Question

A plot of stress vs strain for a copper wire follows a straight line graph. Instead of a copper wire, if a copper rod was considered, then the plot of stress vs strain will show
A) a circle
B) a straight line
C) a straight line with decreasing slope
D) a straight line with intercept equal to the thickness of the rod

Answer 1

For any stress vs strain graph, we need to find the slope of the graph as slope is going to be a modulus that represents the stiffness or resistance of the material to deform in that particular direction.
$E=\dfrac{s}{e}$
E is the slope of the Stress-Strain graph.

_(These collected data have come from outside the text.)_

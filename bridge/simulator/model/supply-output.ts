import type { Output, Polarity } from '#app/safety/types.ts'
import type { OutputScenario } from '../scenario.ts'
import { Random } from './random.ts'
import { Reading } from './reading.ts'

export type ProtectionTrip = 'over-voltage' | 'over-current'

const headroom = 1.1
const overVoltageSeconds = 0.01
const overCurrentSeconds = 0.2
const driftTimeSeconds = 120

/** The settings of one output, its own protection and its slow drift. What it drives is the bench's affair. */
export class SupplyOutput {
  readonly name: Output
  readonly scenario: OutputScenario
  readonly setVolts: Reading
  readonly setAmps: Reading
  readonly readVolts: Reading
  readonly readAmps: Reading
  volts = 0
  amps = 0
  overVolts = 0
  overAmps = 0
  isOn = false
  polarity: Polarity = 1
  trip: ProtectionTrip | null = null
  drift = 0
  readonly #driftRandom: Random
  #overVoltsFor = 0
  #overAmpsFor = 0

  constructor(name: Output, scenario: OutputScenario, seed: number) {
    this.name = name
    this.scenario = scenario
    const random = (use: string) => new Random(seed, `${name} ${use}`)
    this.setVolts = new Reading(scenario.setVolts, random('set volts'))
    this.setAmps = new Reading(scenario.setAmps, random('set amps'))
    this.readVolts = new Reading(scenario.readVolts, random('read volts'))
    this.readAmps = new Reading(scenario.readAmps, random('read amps'))
    this.#driftRandom = random('drift')
    this.reset()
  }

  /** Off, the regulated quantity at zero, the other one and the protection at their most. */
  reset(): void {
    this.volts = this.#regulatesAmps ? this.scenario.voltsRange : 0
    this.amps = this.#regulatesAmps ? 0 : this.scenario.ampsRange
    this.overVolts = this.mostOverVolts
    this.overAmps = this.mostOverAmps
    this.isOn = false
    this.polarity = 1
    this.clearTrip()
  }

  get mostOverVolts(): number {
    return this.scenario.voltsRange * headroom
  }

  get mostOverAmps(): number {
    return this.scenario.ampsRange * headroom
  }

  /** Voltage that is regulated to, drift included. */
  get targetVolts(): number {
    if (!this.isOn) return 0
    const volts = this.setVolts.produced(this.volts)
    return this.#regulatesAmps ? volts : this.#drifting(volts, this.volts)
  }

  get targetAmps(): number {
    if (!this.isOn) return 0
    const amps = this.setAmps.produced(this.amps)
    return this.#regulatesAmps ? this.#drifting(amps, this.amps) : amps
  }

  /** Coils are driven with a current, heater and anode with a voltage; the drift is that of this quantity. */
  get #regulatesAmps(): boolean {
    return this.name === 'coils'
  }

  clearTrip(): void {
    this.trip = null
    this.#overVoltsFor = 0
    this.#overAmpsFor = 0
  }

  /** The output's own protection: off, and off until cleared, once a level was passed for long enough. */
  protect(volts: number, amps: number, seconds: number): void {
    if (!this.isOn) return
    this.#overVoltsFor = volts > this.overVolts ? this.#overVoltsFor + seconds : 0
    this.#overAmpsFor = amps > this.overAmps ? this.#overAmpsFor + seconds : 0
    if (this.#overVoltsFor > overVoltageSeconds) this.#tripOff('over-voltage')
    else if (this.#overAmpsFor > overCurrentSeconds) this.#tripOff('over-current')
  }

  stepDrift(seconds: number): void {
    if (this.scenario.drift === 0) return
    const kept = Math.exp(-seconds / driftTimeSeconds)
    this.drift =
      this.drift * kept + this.scenario.drift * Math.sqrt(1 - kept * kept) * this.#driftRandom.normal()
  }

  #drifting(value: number, setpoint: number): number {
    return setpoint === 0 ? value : Math.max(0, value + this.drift)
  }

  #tripOff(trip: ProtectionTrip): void {
    this.trip = trip
    this.isOn = false
  }
}
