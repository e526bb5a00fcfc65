import { moments } from '#app/statistics/moments.ts'

/**
 * `effectiveCount` is the number of independent samples that would give the same uncertainty of the mean,
 * between 2 and `count`; `effectiveCount − 1` are the degrees of freedom.
 */
export type WindowStatistics = {
  count: number
  mean: number
  standardDeviation: number
  standardError: number
  effectiveCount: number
}

/**
 * Type A evaluation of a window of readings that follow each other closely: the standard error of the mean
 * takes their autocorrelation into account, for successive readings of a slow signal repeat each other.
 *
 * Where the last digit does not move, all values are equal and the standard error is 0. That is not the
 * uncertainty of the mean: the resolution must stand in the budget beside it, always.
 *
 * @param values at least two, at equal intervals
 * @throws RangeError naming `values`
 *
 * Source: variance of the mean of a stationary series, s²/n (1 + 2Σ(1 − k/n)rₖ), the sum ended by the
 * initial positive sequence of pairs of lags; s² corrected for what the mean of n dependent values takes
 * out of it.
 */
export function windowStatistics(values: ArrayLike<number>): WindowStatistics {
  const { count, mean, standardDeviation } = moments(values)
  if (standardDeviation === 0)
    return { count, mean, standardDeviation, standardError: 0, effectiveCount: count }
  const deviations = Float64Array.from({ length: count }, (_, i) => (values[i] as number) - mean)
  const inflation = autocorrelationTime(deviations)
  const effectiveCount = Math.min(count, Math.max(2, count / inflation))
  const variance = (standardDeviation ** 2 * (count - 1)) / count / (effectiveCount - 1)
  return { count, mean, standardDeviation, standardError: Math.sqrt(variance), effectiveCount }
}

/** 1 + 2Σ(1 − k/n)rₖ, at least 1. */
function autocorrelationTime(deviations: Float64Array): number {
  const count = deviations.length
  const product = (lag: number): number => {
    let sum = 0
    for (let i = lag; i < count; i++) sum += (deviations[i] as number) * (deviations[i - lag] as number)
    return sum
  }
  const squares = product(0)
  let sum = 0
  let previousPair = Number.POSITIVE_INFINITY
  for (let lag = 1; lag + 1 < count; lag += 2) {
    // The product over count − lag pairs already carries the factor 1 − k/n.
    const pair = Math.min((product(lag) + product(lag + 1)) / squares, previousPair)
    if (pair <= 0) break
    sum += pair
    previousPair = pair
  }
  return 1 + 2 * sum
}
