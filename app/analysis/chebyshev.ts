/** A smooth function on an interval as a Chebyshev series, with its derivative. */
export class ChebyshevSeries {
  readonly low: number
  readonly high: number
  readonly #coefficients: Float64Array
  readonly #slopes: Float64Array

  private constructor(low: number, high: number, coefficients: Float64Array) {
    this.low = low
    this.high = high
    this.#coefficients = coefficients
    this.#slopes = differentiate(coefficients, 2 / (high - low))
  }

  /** The arguments at which a series of so many terms needs the values of its function. */
  static nodes(low: number, high: number, terms: number): number[] {
    return Array.from({ length: terms }, (_, i) => {
      const x = Math.cos((Math.PI * (i + 0.5)) / terms)
      return (low + high) / 2 + ((high - low) / 2) * x
    })
  }

  /** The series that takes the given values at `nodes(low, high, values.length)`. */
  static through(low: number, high: number, values: readonly number[]): ChebyshevSeries {
    const terms = values.length
    const coefficients = Float64Array.from({ length: terms }, (_, order) => {
      const sum = values.reduce(
        (total, value, i) => total + value * Math.cos((Math.PI * order * (i + 0.5)) / terms),
        0,
      )
      return ((order === 0 ? 1 : 2) * sum) / terms
    })
    return new ChebyshevSeries(low, high, coefficients)
  }

  value(at: number): number {
    return clenshaw(this.#coefficients, this.#unit(at))
  }

  slope(at: number): number {
    return clenshaw(this.#slopes, this.#unit(at))
  }

  #unit(at: number): number {
    return (2 * at - this.low - this.high) / (this.high - this.low)
  }
}

function clenshaw(coefficients: Float64Array, x: number): number {
  let next = 0
  let afterNext = 0
  for (let i = coefficients.length - 1; i > 0; i--) {
    const current = (coefficients[i] as number) + 2 * x * next - afterNext
    afterNext = next
    next = current
  }
  return (coefficients[0] ?? 0) + x * next - afterNext
}

function differentiate(coefficients: Float64Array, scale: number): Float64Array {
  const terms = coefficients.length
  const slopes = new Float64Array(terms)
  for (let i = terms - 1; i > 0; i--) {
    const above = i + 1 < terms ? (slopes[i + 1] as number) : 0
    slopes[i - 1] = above + 2 * i * (coefficients[i] as number) * scale
  }
  slopes[0] = (slopes[0] as number) / 2
  return slopes
}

Complete step by step solution: The slope of the stress – strain relationship gives the young modulus of the wire and is a feature of the wire's material.
If it is a tensile test it will be the Young's modulus of elasticity or generally the modulus of elasticity. If it is a shear test it will be the shear modulus or modulus of stiffness. If this is a compression test, it will be Young's modulus again for most materials.
Thus, it will be a constant for any type of arrangement of copper, whether it is a rod or a wire or a plate.
Thus, option B is correct

Additional Information: In mechanics, stress is defined as the force applied per unit area. It is given by formula
\eqalign{ & \sigma = \dfrac{F}{A} \cr & \sigma \;{\text{is the stress applied}} \cr & {\text{F is the force applied}} \cr & {\text{A is the area of force application}} \cr}
Stress is the force applied to a material, divided by the cross-sectional area of ​​the material. Stress is the deformation or displacement of a material that arises from an applied stress. According to the definition of stress, it is defined as the amount of deformation experienced by the body in the direction of the force divided by the initial dimensions of the body. The relation for deformation in terms of the length of a solid is given below.
\eqalign{ & \varepsilon = \dfrac{{\delta l}}{L} \cr & \varepsilon \;{\text{is the strain due to stress applied}} \cr & \delta l\;{\text{is the change in length}} \cr & {\text{L is the original length of the material}}{\text{.}} \cr}
The relation between stress and strain is that they are directly proportional to each other to an elastic limit. Hooke's law explains the relationship between stress and strain. According to Hooke's law, the stretch in a solid is proportional to the applied stress and must be within the elastic limit of that solid.
Notes: The stress – strain diagram provides a graphical measurement of the strength and elasticity of the material. Also, the behavior of the material can be studied with the help of a stress-strain diagram which makes it easier with the application of these materials.
The SI unit of stress is Newton per square meter. Or we can express it in terms of Pascal.
1 pascal = 1 Pa = 1$N{m^{-2}}$
While there is no unit for strain. It is a dimensionless quantity. This is because it is the ratio of the change in length to the original length, and is therefore unit less.